Supplied data below:

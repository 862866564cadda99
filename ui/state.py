"""One browser session's state, as a param class: parameters only (no store, no actions).

:class:`SessionState` is what the views show and edit: level, settings, the selected units,
the school to lock them to, what the change view compares with, the run's progress and the
message. The session (:class:`ui.session.Session`) turns edits of these parameters into
store calls; the runner (:class:`ui.runner.Runner`) sets the run's parameters.
"""

from __future__ import annotations

import param

from districting.travel.measures import MEASURES

from .store import EDITABLE_SETTINGS
from .store_feeders import FEEDER_RULES

__all__ = ["SessionState", "REFERENCES", "SETTING_PARAMS", "TODAY_ZONES"]

#: What the change view compares the plan on screen with.
REFERENCES = ("today", "previous result")

#: state parameter -> (RunSettings field, factor from the widget's unit; None = as is)
SETTING_PARAMS = {
    "plan_year": ("plan_year", None),
    "stability_weight": ("stability_weight", 1.0),
    "keep_option_weight": ("keep_option_weight", 1.0),
    "max_distance_km": ("max_distance", 1000.0),
    "max_util_pct": ("max_utilization", 0.01),
    "min_util_pct": ("min_utilization", 0.01),
    "gap_pct": ("gap", 0.01),
    "time_limit": ("time_limit", 1.0),
    "travel": ("travel", None),
    "keep_walkers": ("keep_walkers", None),
    "max_transported": ("max_transported", 1.0),
    "group_band": ("group_band", 1.0),
    "transport_charge": ("transport_charge", 1.0),
    "feeding": ("feeding", None),
    "given_option": ("given_name", None),
    "max_splits": ("max_splits", None),
}

#: The choice of zones a feeder rule holds fixed that stands for today's zones.
TODAY_ZONES = "Today's zones"


class SessionState(param.Parameterized):
    """Everything one session shows and edits."""

    level = param.Selector(objects=[], doc="School level being planned")
    plan_year = param.Selector(objects=[], doc="Year the new zones take effect")
    stability_weight = param.Number(0.0, bounds=(0, None),
                                    doc="Metres of travel charged per student moved")
    keep_option_weight = param.Number(3000.0, bounds=(0, None),
                                      doc="Metres charged per student moved away from the "
                                      "plan being edited (0 = a free rerun)")
    max_distance_km = param.Number(0.0, bounds=(0, None),
                                   doc="Longest allowed trip in km (0 = no limit)")
    max_util_pct = param.Number(100.0, bounds=(5.0, 100 * EDITABLE_SETTINGS["max_utilization"][1]),
                                doc="Highest utilization allowed, percent of capacity")
    min_util_pct = param.Number(0.0, bounds=(0.0, 100 * EDITABLE_SETTINGS["min_utilization"][1]),
                                doc="Lowest utilization allowed, percent of capacity")
    gap_pct = param.Number(0.01, bounds=(0.0, 50.0), doc="Optimality gap to prove, percent")
    time_limit = param.Number(60.0, bounds=(1.0, 3600.0), doc="Seconds per rerun")
    travel = param.Selector(objects=list(MEASURES), doc="How travel is measured")
    keep_walkers = param.Boolean(False, doc="Units within walking distance stay with such a "
                                 "school")
    max_transported = param.Number(0.0, bounds=(0, None),
                                   doc="Most students needing transport (0 = no limit)")
    group_band = param.Number(0.0, bounds=(0.0, 100.0),
                              doc="Group shares within this many points of the district's")
    transport_charge = param.Number(0.0, bounds=(0, None),
                                    doc="Metres charged per student beyond walking distance")
    feeding = param.Selector(objects=list(FEEDER_RULES), default="none",
                             doc="Feeder rule against the neighbouring level's zones")
    given_option = param.Selector(objects=[TODAY_ZONES], default=TODAY_ZONES,
                                  doc="Zones of the neighbouring level the feeder rule keeps")
    max_splits = param.Integer(0, bounds=(0, None),
                               doc="Whole feeding: schools below may split this many times")

    selection = param.List(default=[], item_type=str, doc="Unit ids selected on the map")
    target_site = param.Selector(objects=[], allow_None=True,
                                 doc="School to lock (or forbid) the selection to")
    reference = param.Selector(objects=list(REFERENCES), default="today")

    running = param.Boolean(False)
    runs_finished = param.Integer(0, doc="reruns ended (with or without a plan)")
    elapsed = param.Number(0.0)
    progress = param.String("")
    message = param.String("")
    message_kind = param.Selector(objects=["info", "success", "warning", "danger"],
                                  default="info")

    #: why edits are not being written: another session saved the record, or the store
    #: file is damaged ('' when all is well); the page offers the ways out
    store_problem = param.String("")

    #: bumped whenever the plan on screen, the edits, the options or the drafts change
    plan_version = param.Integer(0)
    edits_version = param.Integer(0)
    options_version = param.Integer(0)
    drafts_version = param.Integer(0)
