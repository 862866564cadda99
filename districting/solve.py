"""The assignment engine: capacitated p-median with whole units and contiguous zones.

:func:`solve` (one shot) and :class:`Session` (re-solves after a lock, a cap or a closure)
run the same loop over one of two backends:

- ``solver="highs"``: the mixed-integer program is built straight from numpy arrays and
  passed to HiGHS through highspy (only allowed unit-site pairs become columns);
- any other name: the Pyomo model of :mod:`districting.model`, solved by that solver.

The model (notation of :mod:`districting.problem`)::

    min  sum_ij w[i,j] x[i,j]                       w = problem.weighted_cost
    s.t. sum_j x[i,j] = 1                           every unit
         x[i,j] <= y[j]                             candidate sites (strong linking)
         sum_j y[j] = p                             when p is set
         x[r_j, j] = y[j]                           a site's own unit is in its zone
         sum_i d[t,i] x[i,j] <= u_max[j] Q[j] y[j]  every demand row t
         sum_i d[t,i] x[i,j] >= u_min[j] Q[j] y[j]  every row t, when u_min > 0
         sum_i d[0,i] (1 - x[i,cur_i]) <= max_moved
         x[i,lock_i] = 1

and, when the problem has edges, contiguity through separator cuts added in rounds
(:mod:`districting.contiguity`; Validi, Buchanan & Lykhovyd, Operations Research 70(2), 2022).

The loop: solve the MIP with the cuts so far (warm-started from the best valid plan) ->
hand out the units without students again and repair what is still cut off
(:func:`districting.contiguity.repair`) -> the repaired plan is an upper bound, the MIP
bound a lower bound (the MIP is a relaxation: every cut is valid) -> stop when the gap is
within the request, else add the cuts the MIP answer violates and solve again. A round
whose MIP answer becomes contiguous by re-handing empty units alone ends the loop with the
MIP's own gap.

Columns are removed only with a proof: a pair whose students exceed the site's upper
capacity in some year can never be used, and after a valid plan of cost UB is known,
reduced-cost fixing drops every pair with LP bound + reduced cost > UB (any plan using it
costs more than UB: for the LP relaxation min c x, a feasible x has c x >= z_LP +
sum_k rc_k x_k over columns at their lower bound).
"""

from __future__ import annotations

import dataclasses
import time
from collections.abc import Callable, Sequence
from contextlib import contextmanager
from dataclasses import dataclass

import numpy as np
import scipy.sparse as sp

from . import contiguity as cg
from . import localsearch, neighbourhood
from .plan import Plan, Round, plan_metrics, relative_gap
from .problem import Problem, _same_array

__all__ = ["solve", "Session"]

_TOL = 1e-6
_LINK_LIMIT = 300_000  # disaggregated x <= y rows up to this many pairs
_PROBE_LIMIT = 60_000  # columns above which HiGHS's presolve skips probing
_LNS_MIN_SITES = 8  # fewer sites: the exact rounds alone (neighbourhoods of 3-8 zones)
_LNS_SHARE = 0.35  # of the time left, at most, for the large-neighbourhood search
_LNS_BIG = 150_000  # columns above which one exact round takes most of a minute (HiGHS
_LNS_SHARE_BIG = 0.9  # presolve alone: 45 s at 350,000 columns), so the search gets more
_ROOT_SHARE = 0.15  # of the time left, at most, for root cutting planes on the LP
_ROOT_MAX = 10.0  # seconds, at most, for them


@dataclass
class _Answer:
    """What one MIP solve returned."""

    status: str  # optimal | feasible | time_limit | infeasible | cancelled | error
    assignment: np.ndarray | None  # None: no solution
    objective: float
    bound: float
    message: str = ""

End of Supplied data.

- _To do_: Of the entries above, repeat exactly the lines from the line with "of the neighbouring" through the line with "and contiguous zones.", both of them included.

- _Answer to this task_:
                                  doc="Zones of the neighbouring level the feeder rule keeps")
    max_splits = param.Integer(0, bounds=(0, None),
                               doc="Whole feeding: schools below may split this many times")

    selection = param.List(default=[], item_type=str, doc="Unit ids selected on the map")
    target_site = param.Selector(objects=[], allow_None=True,
                                 doc="School to lock (or forbid) the selection to")
    reference = param.Selector(objects=list(REFERENCES), default="today")

    running = param.Boolean(False)
    runs_finished = param.Integer(0, doc="reruns ended (with or without a plan)")
    elapsed = param.Number(0.0)
    progress = param.String("")
    message = param.String("")
    message_kind = param.Selector(objects=["info", "success", "warning", "danger"],
                                  default="info")

    #: why edits are not being written: another session saved the record, or the store
    #: file is damaged ('' when all is well); the page offers the ways out
    store_problem = param.String("")

    #: bumped whenever the plan on screen, the edits, the options or the drafts change
    plan_version = param.Integer(0)
    edits_version = param.Integer(0)
    options_version = param.Integer(0)
    drafts_version = param.Integer(0)
repository 862866564cadda99
filename districting/solve.py
"""The assignment engine: capacitated p-median with whole units and contiguous zones.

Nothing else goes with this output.